The twin photons produced by a type-II spontaneous parametric down conversion are well know
as a potential source of photons for quantum teleportation due to the strong entanglement in polarization. This strong entanglement in polarization, however, depends on the spectral composition of the pump photon and the nature of optical isotropy of the crystal. By exact numerical calculation of the concurrence, we have shown that how pump photons spectral width and the birefringence nature of the crystal directly affect the degree of polarization entanglement of the twin photons.

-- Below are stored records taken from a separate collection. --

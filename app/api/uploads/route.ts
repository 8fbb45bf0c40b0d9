import { SECTION_ROLES } from '@/lib/auth/roles';
import { route } from '@/lib/server/api';
import { createUpload } from '@/lib/server/photos/uploads';
import { uploadRequestSchema } from '@/lib/validation/handoffs';

/** Announces a photo (type, size, SHA-256) and returns a presigned URL to PUT it to. */
export const POST = route(
  { access: SECTION_ROLES.gate, body: uploadRequestSchema },
  async ({ user, body }) => {
    const upload = await createUpload(body, user);
    return upload.ok ? Response.json(upload.value, { status: 201 }) : upload;
  },
);
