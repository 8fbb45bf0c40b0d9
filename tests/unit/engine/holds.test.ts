import { describe, expect, it } from 'vitest';
import {
  blocksHook,
  buildChecklist,
  decideHook,
  defaultPolicy,
  evaluateHolds,
  makePolicy,
  NO_PERISHABLE_CAUTION,
  OUT_OF_SERVICE_CAUTION,
  YARD_ONLY_CAUTION,
} from '@/lib/engine';
import type { HandoffEvent, ItemObservations, ReeferReadings } from '@/lib/engine';
import { renderCoded } from '@/lib/i18n/reasons';
import { drop, northwind, walk } from './fixtures';

// cautions are codes; their English comes from the renderer (lib/i18n/reasons.ts)
const english = (r: Parameters<typeof renderCoded>[0]) => renderCoded(r, 'en', 'UTC');

const reefer = buildChecklist({ kind: 'reefer', hingesPerDoor: 4, axles: 2, tireLayout: 'dual' });
const van = buildChecklist({ kind: 'dry_van', hingesPerDoor: 4, axles: 2, tireLayout: 'dual' });
const NOW = new Date('2026-11-05T15:00:00Z');
const freshPreTrip: ReeferReadings = { preTrip: { result: 'passed', at: new Date('2026-11-05T12:00:00Z') } };

function holdsFor(
  items: ItemObservations,
  extra: Partial<HandoffEvent> = {},
  checklist = reefer,
  policy = defaultPolicy,
) {
  const event = drop('2026-11-05T14:00:00Z', northwind, items, { reefer: freshPreTrip, ...extra });
  return evaluateHolds({ checklist, event, now: NOW, policy });
}
const rules = (hs: ReturnType<typeof holdsFor>) => hs.map((h) => h.ruleKey);

describe('evaluateHolds', () => {
  it('places no hold on a clean trailer with a fresh passed pre-trip', () => {
    const items: ItemObservations = {};
    for (const i of reefer.items) if (i.kind !== 'reading') items[i.key] = { condition: 'ok' };
    expect(holdsFor(items)).toEqual([]);
  });

  it('any one locking pin not engaged → out of service (49 CFR 393.207(b); common practice: any pin)', () => {
    const hs = holdsFor({
      'undercarriage.tandem_pin.left_front': { condition: 'ok', isEngaged: true },
      'undercarriage.tandem_pin.right_rear': { condition: 'ok', isEngaged: false },
    });
    expect(hs).toHaveLength(1);
    expect(hs[0]).toMatchObject({
      ruleKey: 'pin_not_engaged',
      itemKey: 'undercarriage.tandem_pin.right_rear',
      severity: 'out_of_service',
    });
    expect(hs[0].source).toContain('393.207(b)');
    expect(hs[0].caution).toBe(OUT_OF_SERVICE_CAUTION);
    expect(english(hs[0].caution)).toContain('396.11');
    expect(blocksHook(hs)).toBe(true);
  });

  it('tread under 2/32 in is out of service; exactly 2/32 is not (49 CFR 393.75(c))', () => {
    const low = holdsFor({
      'tires.axle2.left_inner': { condition: 'ok', treadThirtySeconds: 1, isHoldingAir: true },
    });
    expect(low.map((h) => [h.ruleKey, h.severity])).toEqual([['tire_tread_low', 'out_of_service']]);
    expect(low[0].source).toContain('393.75(c)');
    const atLimit = holdsFor({
      'tires.axle2.left_inner': { condition: 'ok', treadThirtySeconds: 2, isHoldingAir: true },
    });
    expect(atLimit).toEqual([]);
  });

  it('a tire not holding air is out of service (49 CFR 393.75(a))', () => {
    const hs = holdsFor({
      'tires.axle1.right_outer': { condition: 'damaged', treadThirtySeconds: 10, isHoldingAir: false },
    });
    expect(hs.map((h) => h.ruleKey)).toEqual(['tire_not_holding_air']);
    expect(hs[0].source).toContain('393.75(a)');
  });

  it('spare missing, off its wheel or flat → restricted yard only by default (common practice)', () => {
    for (const o of [
      { condition: 'missing' as const },
      { condition: 'ok' as const, isMounted: false, isHoldingAir: true },
      { condition: 'ok' as const, isMounted: true, isHoldingAir: false },
    ]) {
      const hs = holdsFor({ 'undercarriage.spare_tire': o });
      expect(hs).toHaveLength(1);
      expect(hs[0]).toMatchObject({
        ruleKey: 'spare_unusable',
        severity: 'restricted',
        restriction: 'yard_only',
      });
      expect(english(hs[0].caution)).toContain('Chock the wheels');
    }
    expect(
      holdsFor({ 'undercarriage.spare_tire': { condition: 'ok', isMounted: true, isHoldingAir: true } }),
    ).toEqual([]);
  });

  it('spare severity is policy data: a terminal may make it out of service', () => {
    const hs = holdsFor(
      { 'undercarriage.spare_tire': { condition: 'missing' } },
      {},
      reefer,
      makePolicy({ spareHoldSeverity: 'out_of_service' }),
    );
    expect(hs[0]).toMatchObject({
      severity: 'out_of_service',
      restriction: null,
      caution: OUT_OF_SERVICE_CAUTION,
    });
  });

  it('insulation showing and a hinge not locking → restricted, no perishable (common practice)', () => {
    const hs = holdsFor({
      'interior.left_wall': { condition: 'damaged', isInsulationShowing: true },
      'rear.door_right.hinge_1': { condition: 'damaged', isLocking: false },
    });
    // Holds come in checklist order: rear before interior.
    expect(hs.map((h) => [h.ruleKey, h.severity, h.restriction])).toEqual([
      ['hinge_not_locking', 'restricted', 'no_perishable'],
      ['insulation_showing', 'restricted', 'no_perishable'],
    ]);
    expect(blocksHook(hs)).toBe(false);
  });

  it('a fuel leak is out of service', () => {
    const hs = holdsFor({ 'undercarriage.fuel_tank.leaks': { condition: 'damaged', isLeaking: true } });
    expect(hs.map((h) => [h.ruleKey, h.severity])).toEqual([['fuel_leak', 'out_of_service']]);
  });

  it('an item recorded unsafe is out of service once, even with a specific rule', () => {
    expect(rules(holdsFor({ 'undercarriage.landing_gear.cross_shaft': { condition: 'unsafe' } }))).toEqual([
      'item_unsafe',
    ]);
    expect(
      rules(holdsFor({ 'undercarriage.tandem_pin.left_rear': { condition: 'unsafe', isEngaged: false } })),
    ).toEqual(['pin_not_engaged']);
  });

  it('pre-trip failed, missing or older than the policy allows → restricted no perishable', () => {
    const failed = holdsFor(
      {},
      { reefer: { preTrip: { result: 'failed', at: new Date('2026-11-05T12:00:00Z') } } },
    );
    expect(failed.map((h) => [h.ruleKey, h.restriction])).toEqual([['pre_trip_failed', 'no_perishable']]);
    expect(rules(holdsFor({}, { reefer: null }))).toEqual(['pre_trip_missing']);
    // policy 72 h; 73 h before NOW is stale, exactly 72 h is still allowed.
    const at = (h: number) => new Date(NOW.getTime() - h * 3_600_000);
    expect(rules(holdsFor({}, { reefer: { preTrip: { result: 'passed', at: at(73) } } }))).toEqual([
      'pre_trip_stale',
    ]);
    expect(holdsFor({}, { reefer: { preTrip: { result: 'passed', at: at(72) } } })).toEqual([]);
    const strict = makePolicy({ preTripMaxAgeHours: 2 });
    expect(rules(holdsFor({}, {}, reefer, strict))).toEqual(['pre_trip_stale']);
  });

  it('no pre-trip rule for a dry van or on a yard walk', () => {
    expect(holdsFor({}, { reefer: null }, van)).toEqual([]);
    const w = walk('2026-11-05T14:00:00Z', {});
    expect(evaluateHolds({ checklist: reefer, event: w, now: NOW, policy: defaultPolicy })).toEqual([]);
  });

  it('a not_checked item places no hold, whatever else was typed', () => {
    expect(
      holdsFor({ 'undercarriage.tandem_pin.left_front': { condition: 'not_checked', isEngaged: false } }),
    ).toEqual([]);
  });

  it('a yard walk quick check can place a hold', () => {
    const w = walk('2026-11-05T14:00:00Z', {
      'tires.axle1.left_outer': { condition: 'damaged', isHoldingAir: false },
    });
    const hs = evaluateHolds({ checklist: reefer, event: w, now: NOW, policy: defaultPolicy });
    expect(rules(hs)).toEqual(['tire_not_holding_air']);
  });
});

describe('decideHook: what the gate does with a trailer’s holds', () => {
  const oos = { severity: 'out_of_service' as const, restriction: null, reason: 'pin' };
  const yard = { severity: 'restricted' as const, restriction: 'yard_only', reason: 'spare' };
  const cold = { severity: 'restricted' as const, restriction: 'no_perishable', reason: 'hinge' };

  it('no hold: allowed, nothing asked', () => {
    expect(decideHook([], null)).toEqual({ outcome: 'allowed', askedPerishable: false });
  });

  it('out of service refuses first, whatever else holds the trailer', () => {
    expect(decideHook([cold, yard, oos], false)).toEqual({
      outcome: 'refused',
      because: 'out_of_service',
      holds: [oos],
    });
  });

  it('"yard moves only" refuses a hook like out of service (common practice: no trip until fixed)', () => {
    expect(decideHook([cold, yard], false)).toEqual({
      outcome: 'refused',
      because: 'yard_only',
      holds: [yard],
    });
  });

  it('"no perishable loads" asks, refuses a perishable load and allows another, recording that it asked', () => {
    expect(decideHook([cold], undefined)).toEqual({ outcome: 'ask_perishable', holds: [cold] });
    expect(decideHook([cold], null)).toEqual({ outcome: 'ask_perishable', holds: [cold] });
    expect(decideHook([cold], true)).toEqual({
      outcome: 'refused',
      because: 'perishable_load',
      holds: [cold],
    });
    expect(decideHook([cold], false)).toEqual({ outcome: 'allowed', askedPerishable: true });
  });

  it('every restricted hold carries a caution that fits its restriction', () => {
    const hs = holdsFor({
      'rear.door_left.hinge_2': { condition: 'ok', isLocking: false },
      'undercarriage.spare_tire': { condition: 'missing' },
    });
    const hinge = hs.find((h) => h.ruleKey === 'hinge_not_locking')!;
    expect(hinge.caution).toBe(NO_PERISHABLE_CAUTION);
    const spare = hs.find((h) => h.ruleKey === 'spare_unusable')!;
    expect(english(spare.caution)).toContain('Chock the wheels');
    const yardOnly = holdsFor(
      { 'undercarriage.spare_tire': { condition: 'missing' } },
      {},
      reefer,
      makePolicy({ spareHoldSeverity: 'restricted' }),
    );
    expect(yardOnly[0].restriction).toBe('yard_only');
    expect(hs.every((h) => english(h.caution).length > 20)).toBe(true);
    expect(english(YARD_ONLY_CAUTION)).toContain('tug test');
  });
});
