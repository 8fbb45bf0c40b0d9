import { describe, expect, it } from 'vitest';
import {
  buildChecklist,
  classifyChange,
  compareInspection,
  compareSeverity,
  damageFindings,
  isCondition,
  severityOf,
  worstCondition,
} from '@/lib/engine';
import { bluefield, drop, hook, move, northwind, walk } from './fixtures';

const checklist = buildChecklist({ kind: 'reefer', hingesPerDoor: 4, axles: 2, tireLayout: 'dual' });
const HINGE = 'rear.door_left.hinge_3';
const find = (fs: ReturnType<typeof compareInspection>, key: string) => fs.find((f) => f.itemKey === key)!;

describe('conditions', () => {
  it('orders severity ok < minor < damaged < unsafe < missing (condition scale, common practice)', () => {
    expect(compareSeverity('ok', 'minor')).toBeLessThan(0);
    expect(compareSeverity('damaged', 'minor')).toBeGreaterThan(0);
    expect(compareSeverity('missing', 'unsafe')).toBeGreaterThan(0);
    expect(severityOf('not_checked')).toBeNull();
    expect(() => compareSeverity('not_checked', 'ok')).toThrow(RangeError);
  });

  it('takes the worst inspected condition and ignores not_checked', () => {
    expect(worstCondition(['ok', 'not_checked', 'damaged', 'minor'])).toBe('damaged');
    expect(worstCondition(['not_checked'])).toBe('not_checked');
    expect(isCondition('unsafe')).toBe(true);
    expect(isCondition('fine')).toBe(false);
  });
});

describe('classifyChange', () => {
  it.each([
    ['damaged', 'ok', 'new'],
    ['minor', 'ok', 'new'],
    ['damaged', 'minor', 'worse'],
    ['unsafe', 'damaged', 'worse'],
    ['ok', 'damaged', 'repaired'],
    ['minor', 'damaged', 'repaired'],
    ['damaged', 'damaged', 'unchanged'],
    ['ok', null, 'first_record'],
    ['not_checked', 'ok', 'not_checked'],
  ] as const)('%s after %s is %s', (cur, prev, expected) => {
    expect(classifyChange(cur, prev)).toBe(expected);
  });
});

describe('compareInspection', () => {
  it('first handoff ever: every inspected item is a first record, the rest not checked', () => {
    const first = drop('2026-11-03T20:05:00Z', northwind, { [HINGE]: { condition: 'damaged' } });
    const fs = compareInspection({ checklist, history: [], current: first });
    expect(fs).toHaveLength(checklist.items.filter((i) => i.kind !== 'reading').length);
    expect(find(fs, HINGE)).toMatchObject({ finding: 'first_record', previous: null, previousEventId: null });
    expect(find(fs, 'rear.header')).toMatchObject({ finding: 'not_checked', current: 'not_checked' });
    expect(damageFindings(fs)).toEqual([]);
  });

  it('skips a handoff where the item was not checked and compares with the one before', () => {
    const a = drop('2026-11-01T10:00:00Z', northwind, { [HINGE]: { condition: 'ok' } });
    const b = hook('2026-11-02T10:00:00Z', bluefield, { [HINGE]: { condition: 'not_checked' } });
    const c = drop('2026-11-03T10:00:00Z', bluefield, {});
    const d = hook('2026-11-04T10:00:00Z', northwind, { [HINGE]: { condition: 'damaged' } });
    const f = find(compareInspection({ checklist, history: [a, b, c], current: d }), HINGE);
    expect(f).toMatchObject({ finding: 'new', previous: 'ok', previousEventId: a.id, previousIndex: 0 });
  });

  it('never treats not_checked now as ok: a damaged item not checked stays not_checked', () => {
    const a = drop('2026-11-01T10:00:00Z', northwind, { [HINGE]: { condition: 'damaged' } });
    const b = hook('2026-11-02T10:00:00Z', bluefield, {});
    const f = find(compareInspection({ checklist, history: [a], current: b }), HINGE);
    expect(f.finding).toBe('not_checked');
    expect(f.current).toBe('not_checked');
    expect(f.previous).toBe('damaged');
  });

  it('reports a repaired item and worse damage', () => {
    const a = drop('2026-11-01T10:00:00Z', northwind, {
      [HINGE]: { condition: 'damaged' },
      'left_side.skin': { condition: 'minor' },
    });
    const b = hook('2026-11-02T10:00:00Z', bluefield, {
      [HINGE]: { condition: 'ok' },
      'left_side.skin': { condition: 'damaged' },
    });
    const fs = compareInspection({ checklist, history: [a], current: b });
    expect(find(fs, HINGE).finding).toBe('repaired');
    expect(find(fs, 'left_side.skin').finding).toBe('worse');
    expect(damageFindings(fs).map((f) => f.itemKey)).toEqual(['left_side.skin']);
  });

  it('uses a yard walk quick check as the latest inspection of the items it covers', () => {
    const a = drop('2026-11-01T10:00:00Z', northwind, {
      [HINGE]: { condition: 'ok' },
      'rear.header': { condition: 'ok' },
    });
    const w = walk('2026-11-02T10:00:00Z', { 'rear.header': { condition: 'minor' } });
    const m = move('2026-11-02T12:00:00Z');
    const b = hook('2026-11-03T10:00:00Z', bluefield, {
      [HINGE]: { condition: 'ok' },
      'rear.header': { condition: 'minor' },
    });
    const fs = compareInspection({ checklist, history: [a, w, m], current: b });
    expect(find(fs, 'rear.header')).toMatchObject({
      finding: 'unchanged',
      previousEventId: w.id,
      previousInspection: 'quick',
    });
    expect(find(fs, HINGE)).toMatchObject({
      finding: 'unchanged',
      previousEventId: a.id,
      previousInspection: 'full',
    });
  });

  it('ignores keys that are not on this trailer checklist', () => {
    const a = drop('2026-11-01T10:00:00Z', northwind, { 'rear.door_left.hinge_5': { condition: 'ok' } });
    const fs = compareInspection({ checklist, history: [], current: a });
    expect(fs.some((f) => f.itemKey === 'rear.door_left.hinge_5')).toBe(false);
  });
});
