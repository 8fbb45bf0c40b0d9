import { describe, expect, it } from 'vitest';
import { reconcileWalk } from '@/lib/engine';
import type { BoardSlot } from '@/lib/engine';

const board: BoardSlot[] = [
  { slotId: 'A-01', rowId: 'A', expectedTrailerId: 't1' },
  { slotId: 'A-02', rowId: 'A', expectedTrailerId: 't2' },
  { slotId: 'A-03', rowId: 'A', expectedTrailerId: null },
  { slotId: 'A-04', rowId: 'A', expectedTrailerId: 't4' },
  { slotId: 'B-01', rowId: 'B', expectedTrailerId: 't5' },
  { slotId: 'B-02', rowId: 'B', expectedTrailerId: 't6' },
];
const scan = (slotId: string, trailerId: string | null, code = trailerId ?? 'UNREAD') => ({
  slotId,
  trailerId,
  code,
});

describe('reconcileWalk', () => {
  it('classifies every walked slot and every trailer', () => {
    const r = reconcileWalk({
      board,
      rowIds: ['A'],
      scans: [
        scan('A-01', 't1'), // matched
        scan('A-02', 't5'), // t5 belongs in B-01 (row not walked): wrong slot
        scan('A-03', null, 'HM 9999'), // unknown unit in an empty slot
        // A-04 scanned empty: t4 missing
      ],
    });
    const slot = (id: string) => r.slots.find((s) => s.slotId === id)!;
    const trailer = (id: string) => r.trailers.find((t) => t.trailerId === id)!;
    expect(slot('A-01').status).toBe('matched');
    expect(slot('A-02')).toMatchObject({ status: 'wrong_trailer', found: ['t5'], expectedTrailerId: 't2' });
    expect(slot('A-03')).toMatchObject({ status: 'unexpected', found: ['HM 9999'] });
    expect(slot('A-04').status).toBe('missing');
    expect(r.slots.some((s) => s.rowId === 'B')).toBe(false);
    expect(trailer('t1').status).toBe('matched');
    expect(trailer('t5')).toMatchObject({
      status: 'wrong_slot',
      expectedSlotId: 'B-01',
      foundSlotIds: ['A-02'],
    });
    expect(trailer('HM 9999')).toMatchObject({ status: 'unknown', isKnownTrailer: false });
    expect(trailer('t2')).toMatchObject({ status: 'missing', expectedSlotId: 'A-02' });
    expect(trailer('t4').status).toBe('missing');
    expect(r.trailers.some((t) => t.trailerId === 't6')).toBe(false); // row B not walked
    expect(r.summary).toEqual({
      slots: { matched: 1, empty: 0, missing: 1, wrong_trailer: 1, unexpected: 1 },
      trailers: { matched: 1, wrong_slot: 1, missing: 2, unknown: 1, duplicate: 0 },
      scans: 3,
      repeatScans: 0,
    });
  });

  it('an empty slot seen empty is empty; a known trailer not on the board is unknown', () => {
    const r = reconcileWalk({ board, rowIds: ['A'], scans: [scan('A-03', 't99')] });
    expect(r.slots.find((s) => s.slotId === 'A-03')!.status).toBe('unexpected');
    expect(r.trailers.find((t) => t.trailerId === 't99')).toMatchObject({
      status: 'unknown',
      isKnownTrailer: true,
    });
    const clean = reconcileWalk({
      board,
      rowIds: ['A'],
      scans: [scan('A-01', 't1'), scan('A-02', 't2'), scan('A-04', 't4')],
    });
    expect(clean.summary.slots).toEqual({
      matched: 3,
      empty: 1,
      missing: 0,
      wrong_trailer: 0,
      unexpected: 0,
    });
    expect(clean.summary.trailers.missing).toBe(0);
  });

  it('a trailer scanned in two slots is a duplicate; the same slot twice is a counted repeat', () => {
    const r = reconcileWalk({
      board,
      rowIds: ['A'],
      scans: [scan('A-01', 't1'), scan('A-01', 't1'), scan('A-02', 't2'), scan('A-04', 't2')],
    });
    expect(r.summary.repeatScans).toBe(1);
    expect(r.trailers.find((t) => t.trailerId === 't1')!.status).toBe('matched');
    expect(r.trailers.find((t) => t.trailerId === 't2')).toMatchObject({
      status: 'duplicate',
      foundSlotIds: ['A-02', 'A-04'],
    });
    expect(r.slots.find((s) => s.slotId === 'A-04')!.status).toBe('wrong_trailer');
    expect(r.summary.scans).toBe(4);
  });

  it('reports scans in slots off the board', () => {
    const r = reconcileWalk({ board, rowIds: ['A'], scans: [scan('Z-09', 't1')] });
    expect(r.slots.find((s) => s.slotId === 'Z-09')).toMatchObject({ rowId: null, status: 'unexpected' });
    expect(r.trailers.find((t) => t.trailerId === 't1')).toMatchObject({
      status: 'wrong_slot',
      expectedSlotId: 'A-01',
    });
    expect(r.slots.find((s) => s.slotId === 'A-01')!.status).toBe('missing');
  });

  it('an empty walk finds every expected trailer of the walked rows missing', () => {
    const r = reconcileWalk({ board, rowIds: ['A', 'B'], scans: [] });
    expect(r.summary.trailers.missing).toBe(5);
    expect(r.summary.slots).toMatchObject({ missing: 5, empty: 1 });
  });
});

The realization of faithful transmission of information in quantum communication [1, 2], completely secure information exchange in quantum cryptography [3], and the fastest quantum computers [4, 5] fundamentally requires entangled state of the Bell type. The twin photons produced by spontaneous parametric down conversion (SPDC) via a pump photon interacting with a β-barium borate, BaB2O4 (BBO), nonlinear crystal are one of the common source of entangled state of the Bell type. There is an increasing interest in the spectral and spatial properties of the down-converted photons and, specifically, in achieving particular spatial and spectral profiles [6, 7]. The spectral and spatial characteristics of SPDC photons are influenced both by the phase-matching properties of the crystal and by the spectral composition of the pump light. Previous works have shown that a broadband pump, for example, has been shown to lead to different signal and idler spectra in type-II SPDC [8]. Recently, Humble and Grice [9] using the signal-idler state in type-II SPDC have reported that polarization entanglement of the signal and idler photons as well as the fidelity of the teleportation based on the polarization states of these photons depends on the spectral entanglement. This study is carried out for the case in which the amplitudes in the joint signal-idler state which determines the spectral entanglement is approximated by a correlated Gaussian function. In this study we use the exact joint signal-idler biphoton state in type-II SPDC [8] and investigate how the degree of polarization entanglement of the two photons changes as the corresponding crystal transit times and the pump spectral composition vary. These results are also discussed in comparison with the approximate results reported by Humble and Grice [9].
In parametric down-conversion type-I phase matching leads to two photons with same polarization. In this phase matching, if the down-conversion is degenerated, a pair of two photons with identical frequency emerges on a cone [10] which is centered on the pump beam whose opening angle depends on the angle between the crystal optic axis and the pump. On the other hand with type-II phase matching, the down-converted photons are emitted into two cones, one horizontally polarized (h) and the other vertically polarized (v). In the collinear situation the two cones are tangent to one another on exactly one line, namely, the pump beam direction. The two particular directions can be chosen in the noncollinear case where the two cones intersect each other, and the two correlated photons are produced in an entangled state of the form, |h,v〉+|v,h〉. Experimentally, such form of polarization-entangled state using this technique has been demonstrated using a single BBO crystal [11].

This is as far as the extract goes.